● Task directions:
Please take the records that follow and repeat exactly the lines starting with the line with "export interface Margin" and going on through the line with "sample's Dq, cm⁻¹. */".

● Data supplied:

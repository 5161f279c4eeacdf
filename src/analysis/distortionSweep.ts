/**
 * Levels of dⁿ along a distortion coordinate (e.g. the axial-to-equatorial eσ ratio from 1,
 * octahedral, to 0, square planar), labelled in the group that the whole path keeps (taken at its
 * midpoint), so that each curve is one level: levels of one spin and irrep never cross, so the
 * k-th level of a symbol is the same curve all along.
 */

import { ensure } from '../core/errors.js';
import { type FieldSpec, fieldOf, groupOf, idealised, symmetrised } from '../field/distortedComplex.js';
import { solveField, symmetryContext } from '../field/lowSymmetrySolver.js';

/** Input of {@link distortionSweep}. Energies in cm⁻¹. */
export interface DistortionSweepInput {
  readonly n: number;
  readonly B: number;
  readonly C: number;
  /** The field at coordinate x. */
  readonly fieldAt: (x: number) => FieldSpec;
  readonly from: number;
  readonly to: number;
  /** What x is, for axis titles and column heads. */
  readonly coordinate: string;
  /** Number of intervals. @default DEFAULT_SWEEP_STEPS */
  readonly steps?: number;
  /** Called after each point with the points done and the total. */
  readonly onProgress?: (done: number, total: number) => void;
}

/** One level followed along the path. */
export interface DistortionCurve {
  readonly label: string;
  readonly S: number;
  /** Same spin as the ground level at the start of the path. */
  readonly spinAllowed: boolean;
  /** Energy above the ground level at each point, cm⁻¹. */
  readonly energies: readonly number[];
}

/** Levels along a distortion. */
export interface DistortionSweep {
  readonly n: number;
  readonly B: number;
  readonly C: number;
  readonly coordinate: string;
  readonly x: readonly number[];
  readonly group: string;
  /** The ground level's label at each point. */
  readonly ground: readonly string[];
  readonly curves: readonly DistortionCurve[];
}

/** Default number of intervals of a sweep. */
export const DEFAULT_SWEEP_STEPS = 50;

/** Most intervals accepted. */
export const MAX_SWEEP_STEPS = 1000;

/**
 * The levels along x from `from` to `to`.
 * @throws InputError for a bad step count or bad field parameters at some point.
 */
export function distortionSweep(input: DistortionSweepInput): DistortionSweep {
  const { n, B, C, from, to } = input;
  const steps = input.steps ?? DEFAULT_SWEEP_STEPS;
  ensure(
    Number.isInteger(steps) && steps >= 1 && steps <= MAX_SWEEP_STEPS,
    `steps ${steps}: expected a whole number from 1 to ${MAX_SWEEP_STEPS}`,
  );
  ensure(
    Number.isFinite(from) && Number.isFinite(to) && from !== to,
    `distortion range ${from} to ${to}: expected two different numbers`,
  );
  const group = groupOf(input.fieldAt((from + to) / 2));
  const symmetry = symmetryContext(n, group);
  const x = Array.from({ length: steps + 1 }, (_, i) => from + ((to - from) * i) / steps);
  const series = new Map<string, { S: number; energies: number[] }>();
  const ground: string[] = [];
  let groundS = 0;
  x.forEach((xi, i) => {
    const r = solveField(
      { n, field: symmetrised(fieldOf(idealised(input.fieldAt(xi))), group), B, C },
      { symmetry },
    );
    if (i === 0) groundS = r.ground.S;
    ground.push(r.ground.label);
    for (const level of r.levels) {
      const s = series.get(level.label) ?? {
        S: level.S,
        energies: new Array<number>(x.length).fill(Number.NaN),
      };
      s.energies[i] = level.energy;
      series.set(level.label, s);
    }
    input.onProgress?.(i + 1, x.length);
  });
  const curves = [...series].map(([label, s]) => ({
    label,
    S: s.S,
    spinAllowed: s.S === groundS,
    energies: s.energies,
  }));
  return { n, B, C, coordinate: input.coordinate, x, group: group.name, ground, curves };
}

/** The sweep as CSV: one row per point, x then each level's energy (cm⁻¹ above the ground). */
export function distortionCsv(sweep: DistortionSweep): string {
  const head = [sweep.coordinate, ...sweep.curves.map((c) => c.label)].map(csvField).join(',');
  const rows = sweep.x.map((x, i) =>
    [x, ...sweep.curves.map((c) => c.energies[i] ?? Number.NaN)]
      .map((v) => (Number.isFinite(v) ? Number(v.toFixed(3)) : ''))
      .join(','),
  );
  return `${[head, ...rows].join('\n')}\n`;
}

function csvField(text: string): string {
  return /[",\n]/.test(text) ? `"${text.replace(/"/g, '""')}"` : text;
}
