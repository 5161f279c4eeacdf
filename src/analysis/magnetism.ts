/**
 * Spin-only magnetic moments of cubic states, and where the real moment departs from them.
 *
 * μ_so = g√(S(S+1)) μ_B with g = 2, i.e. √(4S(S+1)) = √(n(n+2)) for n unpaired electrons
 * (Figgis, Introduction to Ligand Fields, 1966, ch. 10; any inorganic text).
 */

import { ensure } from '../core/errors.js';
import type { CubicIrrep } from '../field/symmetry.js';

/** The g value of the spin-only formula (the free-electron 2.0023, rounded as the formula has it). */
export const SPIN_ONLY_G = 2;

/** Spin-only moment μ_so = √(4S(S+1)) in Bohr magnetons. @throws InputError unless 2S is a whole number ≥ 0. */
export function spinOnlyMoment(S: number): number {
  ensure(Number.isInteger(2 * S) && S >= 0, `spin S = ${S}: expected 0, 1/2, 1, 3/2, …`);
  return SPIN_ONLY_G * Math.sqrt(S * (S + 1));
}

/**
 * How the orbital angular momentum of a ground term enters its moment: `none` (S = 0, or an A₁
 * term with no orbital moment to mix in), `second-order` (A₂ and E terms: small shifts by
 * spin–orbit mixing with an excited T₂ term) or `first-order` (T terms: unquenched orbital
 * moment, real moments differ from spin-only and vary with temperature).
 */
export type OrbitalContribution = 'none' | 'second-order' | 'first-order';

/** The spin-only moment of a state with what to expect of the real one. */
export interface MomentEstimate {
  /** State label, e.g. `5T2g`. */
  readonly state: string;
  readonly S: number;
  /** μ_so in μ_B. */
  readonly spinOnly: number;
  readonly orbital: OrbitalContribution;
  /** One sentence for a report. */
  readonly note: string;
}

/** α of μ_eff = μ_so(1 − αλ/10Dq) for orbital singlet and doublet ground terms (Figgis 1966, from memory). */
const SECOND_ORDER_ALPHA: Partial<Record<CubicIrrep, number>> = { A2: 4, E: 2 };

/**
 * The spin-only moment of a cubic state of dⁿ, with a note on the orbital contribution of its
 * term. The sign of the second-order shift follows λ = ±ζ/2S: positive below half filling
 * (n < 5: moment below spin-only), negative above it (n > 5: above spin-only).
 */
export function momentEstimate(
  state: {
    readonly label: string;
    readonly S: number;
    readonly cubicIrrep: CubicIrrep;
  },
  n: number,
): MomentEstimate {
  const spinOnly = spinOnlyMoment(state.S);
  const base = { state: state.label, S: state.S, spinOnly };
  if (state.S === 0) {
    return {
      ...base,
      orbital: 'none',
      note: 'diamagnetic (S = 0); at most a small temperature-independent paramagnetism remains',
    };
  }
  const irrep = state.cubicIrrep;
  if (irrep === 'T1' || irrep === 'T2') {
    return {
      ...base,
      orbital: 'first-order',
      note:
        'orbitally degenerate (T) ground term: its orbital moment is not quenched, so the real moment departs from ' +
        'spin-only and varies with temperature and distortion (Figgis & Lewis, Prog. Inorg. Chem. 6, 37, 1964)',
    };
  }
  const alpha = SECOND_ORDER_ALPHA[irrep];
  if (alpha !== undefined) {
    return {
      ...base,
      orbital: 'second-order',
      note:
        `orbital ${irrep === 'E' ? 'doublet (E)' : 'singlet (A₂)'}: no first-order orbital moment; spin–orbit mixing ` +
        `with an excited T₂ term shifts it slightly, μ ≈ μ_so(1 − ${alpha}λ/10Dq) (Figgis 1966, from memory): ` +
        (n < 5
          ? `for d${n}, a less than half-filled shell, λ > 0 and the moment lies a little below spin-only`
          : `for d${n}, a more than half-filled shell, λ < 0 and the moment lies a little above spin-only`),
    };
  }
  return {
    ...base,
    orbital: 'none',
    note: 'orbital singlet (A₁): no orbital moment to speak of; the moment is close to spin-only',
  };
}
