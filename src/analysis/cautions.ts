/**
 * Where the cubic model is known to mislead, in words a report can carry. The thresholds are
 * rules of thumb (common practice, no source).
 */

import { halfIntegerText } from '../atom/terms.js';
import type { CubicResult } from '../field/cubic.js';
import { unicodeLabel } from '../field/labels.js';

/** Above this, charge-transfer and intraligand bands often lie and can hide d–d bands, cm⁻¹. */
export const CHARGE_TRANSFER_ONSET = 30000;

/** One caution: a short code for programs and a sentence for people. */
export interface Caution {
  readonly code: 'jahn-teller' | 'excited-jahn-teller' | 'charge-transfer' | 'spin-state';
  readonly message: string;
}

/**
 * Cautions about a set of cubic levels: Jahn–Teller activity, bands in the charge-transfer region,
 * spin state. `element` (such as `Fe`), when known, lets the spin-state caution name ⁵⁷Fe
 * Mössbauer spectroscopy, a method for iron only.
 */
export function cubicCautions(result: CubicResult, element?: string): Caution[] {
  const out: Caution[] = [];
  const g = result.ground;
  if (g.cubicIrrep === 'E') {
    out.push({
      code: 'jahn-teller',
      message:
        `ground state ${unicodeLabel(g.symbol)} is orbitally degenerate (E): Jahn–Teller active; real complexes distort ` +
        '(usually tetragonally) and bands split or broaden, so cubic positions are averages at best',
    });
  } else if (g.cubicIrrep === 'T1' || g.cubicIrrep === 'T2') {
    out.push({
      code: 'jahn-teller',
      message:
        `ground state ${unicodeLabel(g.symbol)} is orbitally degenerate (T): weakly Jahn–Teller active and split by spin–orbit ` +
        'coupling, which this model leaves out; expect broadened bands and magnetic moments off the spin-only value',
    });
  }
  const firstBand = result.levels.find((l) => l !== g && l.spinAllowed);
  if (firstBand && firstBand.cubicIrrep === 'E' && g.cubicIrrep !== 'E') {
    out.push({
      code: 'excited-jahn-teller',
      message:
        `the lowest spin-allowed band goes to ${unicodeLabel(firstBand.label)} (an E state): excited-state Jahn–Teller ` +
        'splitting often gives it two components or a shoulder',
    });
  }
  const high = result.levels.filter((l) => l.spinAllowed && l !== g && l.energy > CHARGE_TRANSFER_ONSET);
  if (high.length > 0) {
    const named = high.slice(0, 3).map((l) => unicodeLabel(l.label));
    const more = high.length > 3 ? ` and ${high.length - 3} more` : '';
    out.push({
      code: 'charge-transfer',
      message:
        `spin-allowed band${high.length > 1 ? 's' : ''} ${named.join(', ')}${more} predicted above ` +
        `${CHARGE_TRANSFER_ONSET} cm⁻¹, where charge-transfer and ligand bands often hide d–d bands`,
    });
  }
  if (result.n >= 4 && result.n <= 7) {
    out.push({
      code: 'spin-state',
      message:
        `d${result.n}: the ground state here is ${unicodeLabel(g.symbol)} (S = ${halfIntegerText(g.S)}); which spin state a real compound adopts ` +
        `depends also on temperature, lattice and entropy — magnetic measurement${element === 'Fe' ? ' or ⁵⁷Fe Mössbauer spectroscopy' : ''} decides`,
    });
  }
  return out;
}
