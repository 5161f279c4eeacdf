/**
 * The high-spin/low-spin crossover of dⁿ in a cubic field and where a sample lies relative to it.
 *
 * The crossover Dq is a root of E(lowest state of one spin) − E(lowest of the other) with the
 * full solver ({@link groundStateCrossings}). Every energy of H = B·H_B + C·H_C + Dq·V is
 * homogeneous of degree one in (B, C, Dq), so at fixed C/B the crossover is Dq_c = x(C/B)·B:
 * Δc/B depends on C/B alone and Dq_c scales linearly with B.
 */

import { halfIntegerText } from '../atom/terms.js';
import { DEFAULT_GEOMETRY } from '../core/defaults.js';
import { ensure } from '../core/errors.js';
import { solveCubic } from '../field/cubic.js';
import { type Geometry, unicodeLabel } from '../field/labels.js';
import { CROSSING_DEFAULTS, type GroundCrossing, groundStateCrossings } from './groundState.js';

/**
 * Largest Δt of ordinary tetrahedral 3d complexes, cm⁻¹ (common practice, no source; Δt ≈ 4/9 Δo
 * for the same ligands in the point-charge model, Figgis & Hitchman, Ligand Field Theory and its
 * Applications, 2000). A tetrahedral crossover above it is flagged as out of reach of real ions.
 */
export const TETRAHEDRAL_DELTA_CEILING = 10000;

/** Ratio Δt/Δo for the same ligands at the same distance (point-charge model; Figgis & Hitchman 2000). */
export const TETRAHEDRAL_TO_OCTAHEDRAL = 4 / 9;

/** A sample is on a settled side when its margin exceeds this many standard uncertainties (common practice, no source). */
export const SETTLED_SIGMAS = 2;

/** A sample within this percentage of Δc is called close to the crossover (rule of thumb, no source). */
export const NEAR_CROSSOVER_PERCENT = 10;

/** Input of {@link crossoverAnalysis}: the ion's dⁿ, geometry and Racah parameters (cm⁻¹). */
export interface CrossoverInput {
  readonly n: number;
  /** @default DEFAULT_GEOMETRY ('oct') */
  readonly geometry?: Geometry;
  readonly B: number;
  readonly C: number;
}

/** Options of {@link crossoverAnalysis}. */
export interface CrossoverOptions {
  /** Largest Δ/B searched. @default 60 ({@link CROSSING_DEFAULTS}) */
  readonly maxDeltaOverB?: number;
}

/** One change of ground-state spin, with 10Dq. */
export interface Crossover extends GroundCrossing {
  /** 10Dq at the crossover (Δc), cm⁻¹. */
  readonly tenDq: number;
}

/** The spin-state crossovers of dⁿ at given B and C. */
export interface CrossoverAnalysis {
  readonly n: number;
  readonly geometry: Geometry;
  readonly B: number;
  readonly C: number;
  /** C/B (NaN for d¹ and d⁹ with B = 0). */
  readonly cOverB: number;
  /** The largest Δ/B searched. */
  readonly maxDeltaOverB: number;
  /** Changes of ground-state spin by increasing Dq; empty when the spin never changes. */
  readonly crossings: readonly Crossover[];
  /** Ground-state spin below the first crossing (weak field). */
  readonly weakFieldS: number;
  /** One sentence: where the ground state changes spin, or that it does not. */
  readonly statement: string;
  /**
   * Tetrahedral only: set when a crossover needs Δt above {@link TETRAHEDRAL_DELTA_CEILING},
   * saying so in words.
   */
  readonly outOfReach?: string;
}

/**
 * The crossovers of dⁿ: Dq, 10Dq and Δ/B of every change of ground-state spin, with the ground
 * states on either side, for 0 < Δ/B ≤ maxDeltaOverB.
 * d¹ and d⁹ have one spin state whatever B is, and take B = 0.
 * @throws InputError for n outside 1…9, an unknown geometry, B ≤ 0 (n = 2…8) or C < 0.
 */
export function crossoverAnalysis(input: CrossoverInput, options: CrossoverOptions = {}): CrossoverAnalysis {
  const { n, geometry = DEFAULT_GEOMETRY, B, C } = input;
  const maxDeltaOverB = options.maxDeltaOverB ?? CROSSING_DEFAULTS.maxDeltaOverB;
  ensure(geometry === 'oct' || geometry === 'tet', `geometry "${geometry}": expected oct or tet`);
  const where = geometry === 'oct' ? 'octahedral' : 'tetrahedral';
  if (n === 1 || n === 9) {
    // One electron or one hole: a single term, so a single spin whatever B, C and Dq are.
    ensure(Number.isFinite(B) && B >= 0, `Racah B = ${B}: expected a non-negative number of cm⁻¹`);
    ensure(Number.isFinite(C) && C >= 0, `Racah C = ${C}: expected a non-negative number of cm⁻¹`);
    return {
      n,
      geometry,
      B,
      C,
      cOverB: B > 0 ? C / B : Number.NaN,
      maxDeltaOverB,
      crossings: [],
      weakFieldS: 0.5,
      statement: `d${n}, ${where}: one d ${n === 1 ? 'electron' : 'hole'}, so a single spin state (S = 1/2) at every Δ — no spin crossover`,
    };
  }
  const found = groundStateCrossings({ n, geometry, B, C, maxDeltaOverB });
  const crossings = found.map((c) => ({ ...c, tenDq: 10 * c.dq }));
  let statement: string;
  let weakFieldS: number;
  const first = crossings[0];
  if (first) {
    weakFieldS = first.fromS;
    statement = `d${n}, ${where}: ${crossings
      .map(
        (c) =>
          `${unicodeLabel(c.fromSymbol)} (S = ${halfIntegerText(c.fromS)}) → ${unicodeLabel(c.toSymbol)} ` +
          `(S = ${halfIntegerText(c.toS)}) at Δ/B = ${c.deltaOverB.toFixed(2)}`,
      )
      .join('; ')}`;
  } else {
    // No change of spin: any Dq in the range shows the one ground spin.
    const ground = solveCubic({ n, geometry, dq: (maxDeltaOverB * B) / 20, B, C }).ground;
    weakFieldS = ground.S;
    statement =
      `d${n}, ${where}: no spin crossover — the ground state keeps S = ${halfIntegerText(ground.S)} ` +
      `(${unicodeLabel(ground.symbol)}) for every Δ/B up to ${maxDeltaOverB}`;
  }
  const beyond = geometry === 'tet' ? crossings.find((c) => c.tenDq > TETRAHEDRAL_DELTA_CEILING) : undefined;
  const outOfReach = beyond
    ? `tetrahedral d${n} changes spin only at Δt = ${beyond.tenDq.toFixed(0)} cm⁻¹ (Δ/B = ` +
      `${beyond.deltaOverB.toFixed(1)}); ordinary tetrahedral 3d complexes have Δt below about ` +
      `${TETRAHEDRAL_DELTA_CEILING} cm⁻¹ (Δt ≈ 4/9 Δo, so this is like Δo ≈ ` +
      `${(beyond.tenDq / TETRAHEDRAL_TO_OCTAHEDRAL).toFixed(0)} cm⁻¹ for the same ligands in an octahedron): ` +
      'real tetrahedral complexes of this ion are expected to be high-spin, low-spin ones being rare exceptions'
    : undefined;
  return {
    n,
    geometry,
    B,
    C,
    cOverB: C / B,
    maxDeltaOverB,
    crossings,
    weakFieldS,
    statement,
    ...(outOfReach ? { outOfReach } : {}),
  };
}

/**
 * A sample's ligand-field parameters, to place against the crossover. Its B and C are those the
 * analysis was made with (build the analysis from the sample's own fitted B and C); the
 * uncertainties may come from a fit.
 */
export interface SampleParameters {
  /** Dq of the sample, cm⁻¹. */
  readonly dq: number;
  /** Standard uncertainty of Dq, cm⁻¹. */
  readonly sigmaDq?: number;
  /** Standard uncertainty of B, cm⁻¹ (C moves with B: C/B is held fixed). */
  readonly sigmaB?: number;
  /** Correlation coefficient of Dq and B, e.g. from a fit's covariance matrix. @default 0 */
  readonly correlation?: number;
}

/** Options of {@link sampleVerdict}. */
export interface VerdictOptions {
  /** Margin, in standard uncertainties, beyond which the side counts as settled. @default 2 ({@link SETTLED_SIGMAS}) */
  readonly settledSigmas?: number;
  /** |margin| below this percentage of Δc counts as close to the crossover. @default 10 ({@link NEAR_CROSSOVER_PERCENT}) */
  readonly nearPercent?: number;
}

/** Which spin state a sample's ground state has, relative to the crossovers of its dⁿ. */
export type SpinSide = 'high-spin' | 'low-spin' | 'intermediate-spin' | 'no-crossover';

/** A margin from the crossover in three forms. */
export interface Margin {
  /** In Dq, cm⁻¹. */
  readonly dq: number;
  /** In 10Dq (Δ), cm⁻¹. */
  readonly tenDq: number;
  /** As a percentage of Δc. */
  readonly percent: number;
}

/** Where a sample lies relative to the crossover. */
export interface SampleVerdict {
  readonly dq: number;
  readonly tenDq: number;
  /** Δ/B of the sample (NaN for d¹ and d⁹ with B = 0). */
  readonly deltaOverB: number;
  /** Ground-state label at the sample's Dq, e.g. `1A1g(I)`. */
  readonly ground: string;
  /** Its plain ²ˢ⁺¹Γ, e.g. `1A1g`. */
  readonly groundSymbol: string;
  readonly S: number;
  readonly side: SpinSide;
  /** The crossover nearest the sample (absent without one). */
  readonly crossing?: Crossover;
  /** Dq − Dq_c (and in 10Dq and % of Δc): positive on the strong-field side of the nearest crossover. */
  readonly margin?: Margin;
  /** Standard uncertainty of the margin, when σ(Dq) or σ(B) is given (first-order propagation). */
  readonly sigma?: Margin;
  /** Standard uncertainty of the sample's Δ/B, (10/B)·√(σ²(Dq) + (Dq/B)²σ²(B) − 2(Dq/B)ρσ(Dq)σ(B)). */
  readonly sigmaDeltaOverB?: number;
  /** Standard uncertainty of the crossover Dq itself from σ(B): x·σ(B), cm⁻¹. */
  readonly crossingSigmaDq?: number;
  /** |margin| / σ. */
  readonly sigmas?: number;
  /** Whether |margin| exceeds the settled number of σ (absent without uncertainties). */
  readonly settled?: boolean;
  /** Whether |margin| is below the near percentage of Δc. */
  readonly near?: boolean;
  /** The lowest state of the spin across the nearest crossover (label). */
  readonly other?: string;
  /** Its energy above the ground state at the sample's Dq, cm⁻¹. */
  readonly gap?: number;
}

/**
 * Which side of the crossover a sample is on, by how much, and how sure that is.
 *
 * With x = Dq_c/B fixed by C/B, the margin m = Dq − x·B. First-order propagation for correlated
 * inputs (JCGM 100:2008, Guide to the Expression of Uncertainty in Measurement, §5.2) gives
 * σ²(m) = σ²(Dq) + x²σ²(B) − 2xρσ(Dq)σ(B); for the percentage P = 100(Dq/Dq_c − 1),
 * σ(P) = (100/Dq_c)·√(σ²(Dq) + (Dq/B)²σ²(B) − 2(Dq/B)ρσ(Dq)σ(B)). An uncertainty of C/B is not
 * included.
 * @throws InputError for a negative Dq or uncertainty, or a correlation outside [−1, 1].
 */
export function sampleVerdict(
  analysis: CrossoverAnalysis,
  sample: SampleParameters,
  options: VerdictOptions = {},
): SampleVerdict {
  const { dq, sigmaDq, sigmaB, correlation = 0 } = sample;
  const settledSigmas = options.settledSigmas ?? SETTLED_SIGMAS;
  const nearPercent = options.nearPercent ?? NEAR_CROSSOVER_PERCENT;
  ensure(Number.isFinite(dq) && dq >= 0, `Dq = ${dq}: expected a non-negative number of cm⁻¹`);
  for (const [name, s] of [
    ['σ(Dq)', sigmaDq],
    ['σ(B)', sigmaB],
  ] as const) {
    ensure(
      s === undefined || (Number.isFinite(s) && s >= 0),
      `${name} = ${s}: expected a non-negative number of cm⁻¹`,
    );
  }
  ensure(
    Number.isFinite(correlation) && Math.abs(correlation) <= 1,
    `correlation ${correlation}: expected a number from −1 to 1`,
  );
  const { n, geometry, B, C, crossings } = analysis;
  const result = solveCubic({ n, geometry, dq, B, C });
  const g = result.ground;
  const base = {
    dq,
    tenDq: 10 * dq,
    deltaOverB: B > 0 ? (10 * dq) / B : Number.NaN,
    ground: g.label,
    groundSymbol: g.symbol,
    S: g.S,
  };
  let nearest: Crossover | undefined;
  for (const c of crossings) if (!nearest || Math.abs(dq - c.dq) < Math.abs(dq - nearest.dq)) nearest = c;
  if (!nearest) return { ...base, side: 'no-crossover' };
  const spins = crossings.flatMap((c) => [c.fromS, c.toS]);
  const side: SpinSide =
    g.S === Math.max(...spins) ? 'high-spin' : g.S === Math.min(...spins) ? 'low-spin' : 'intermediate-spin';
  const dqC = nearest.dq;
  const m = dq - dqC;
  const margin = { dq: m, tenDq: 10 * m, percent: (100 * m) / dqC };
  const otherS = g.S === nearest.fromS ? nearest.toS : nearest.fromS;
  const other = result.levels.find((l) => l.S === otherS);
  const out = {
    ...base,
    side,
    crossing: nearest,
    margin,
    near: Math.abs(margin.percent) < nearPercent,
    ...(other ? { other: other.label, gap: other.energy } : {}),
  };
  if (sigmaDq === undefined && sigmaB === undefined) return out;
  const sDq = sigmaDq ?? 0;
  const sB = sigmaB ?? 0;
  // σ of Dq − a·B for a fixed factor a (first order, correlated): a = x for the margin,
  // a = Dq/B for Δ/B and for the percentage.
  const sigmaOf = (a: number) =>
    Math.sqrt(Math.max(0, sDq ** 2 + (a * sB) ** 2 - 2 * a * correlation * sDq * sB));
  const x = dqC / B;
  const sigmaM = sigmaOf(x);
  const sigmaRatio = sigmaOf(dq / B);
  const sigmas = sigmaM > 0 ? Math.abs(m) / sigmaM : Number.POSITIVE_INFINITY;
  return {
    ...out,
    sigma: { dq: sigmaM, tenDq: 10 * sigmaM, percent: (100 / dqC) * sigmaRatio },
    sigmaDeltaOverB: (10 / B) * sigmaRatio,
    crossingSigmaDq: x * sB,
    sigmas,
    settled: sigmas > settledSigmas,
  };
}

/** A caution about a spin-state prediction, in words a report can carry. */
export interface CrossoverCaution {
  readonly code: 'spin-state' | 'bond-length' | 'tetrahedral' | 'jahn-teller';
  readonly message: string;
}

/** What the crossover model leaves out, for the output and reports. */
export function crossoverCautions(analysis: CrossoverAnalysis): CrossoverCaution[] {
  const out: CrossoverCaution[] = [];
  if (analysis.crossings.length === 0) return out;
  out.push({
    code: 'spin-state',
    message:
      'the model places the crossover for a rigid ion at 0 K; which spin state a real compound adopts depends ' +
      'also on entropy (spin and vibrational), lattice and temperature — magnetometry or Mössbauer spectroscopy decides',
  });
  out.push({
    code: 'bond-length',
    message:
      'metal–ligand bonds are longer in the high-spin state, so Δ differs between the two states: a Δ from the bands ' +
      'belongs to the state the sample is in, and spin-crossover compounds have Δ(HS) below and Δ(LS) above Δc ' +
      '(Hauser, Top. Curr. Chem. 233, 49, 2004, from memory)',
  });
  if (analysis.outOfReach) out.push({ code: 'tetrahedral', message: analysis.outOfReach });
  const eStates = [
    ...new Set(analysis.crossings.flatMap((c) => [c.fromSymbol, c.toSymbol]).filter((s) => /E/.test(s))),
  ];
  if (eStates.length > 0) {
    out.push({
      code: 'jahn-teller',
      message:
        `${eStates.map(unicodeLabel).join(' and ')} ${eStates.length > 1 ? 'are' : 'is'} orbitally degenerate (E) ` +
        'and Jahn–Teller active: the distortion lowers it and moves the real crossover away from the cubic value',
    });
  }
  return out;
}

● Written response:
export interface Margin {
  /** In Dq, cm⁻¹. */
  readonly dq: number;
  /** In 10Dq (Δ), cm⁻¹. */
  readonly tenDq: number;
  /** As a percentage of Δc. */
  readonly percent: number;
}

/** Where a sample lies relative to the crossover. */
export interface SampleVerdict {
  readonly dq: number;
  readonly tenDq: number;
  /** Δ/B of the sample (NaN for d¹ and d⁹ with B = 0). */
  readonly deltaOverB: number;
  /** Ground-state label at the sample's Dq, e.g. `1A1g(I)`. */
  readonly ground: string;
  /** Its plain ²ˢ⁺¹Γ, e.g. `1A1g`. */
  readonly groundSymbol: string;
  readonly S: number;
  readonly side: SpinSide;
  /** The crossover nearest the sample (absent without one). */
  readonly crossing?: Crossover;
  /** Dq − Dq_c (and in 10Dq and % of Δc): positive on the strong-field side of the nearest crossover. */
  readonly margin?: Margin;
  /** Standard uncertainty of the margin, when σ(Dq) or σ(B) is given (first-order propagation). */
  readonly sigma?: Margin;
  /** Standard uncertainty of the sample's Δ/B, (10/B)·√(σ²(Dq) + (Dq/B)²σ²(B) − 2(Dq/B)ρσ(Dq)σ(B)). */
  readonly sigmaDeltaOverB?: number;
  /** Standard uncertainty of the crossover Dq itself from σ(B): x·σ(B), cm⁻¹. */
  readonly crossingSigmaDq?: number;
  /** |margin| / σ. */
  readonly sigmas?: number;
  /** Whether |margin| exceeds the settled number of σ (absent without uncertainties). */
  readonly settled?: boolean;
  /** Whether |margin| is below the near percentage of Δc. */
  readonly near?: boolean;
  /** The lowest state of the spin across the nearest crossover (label). */
  readonly other?: string;
  /** Its energy above the ground state at the sample's Dq, cm⁻¹. */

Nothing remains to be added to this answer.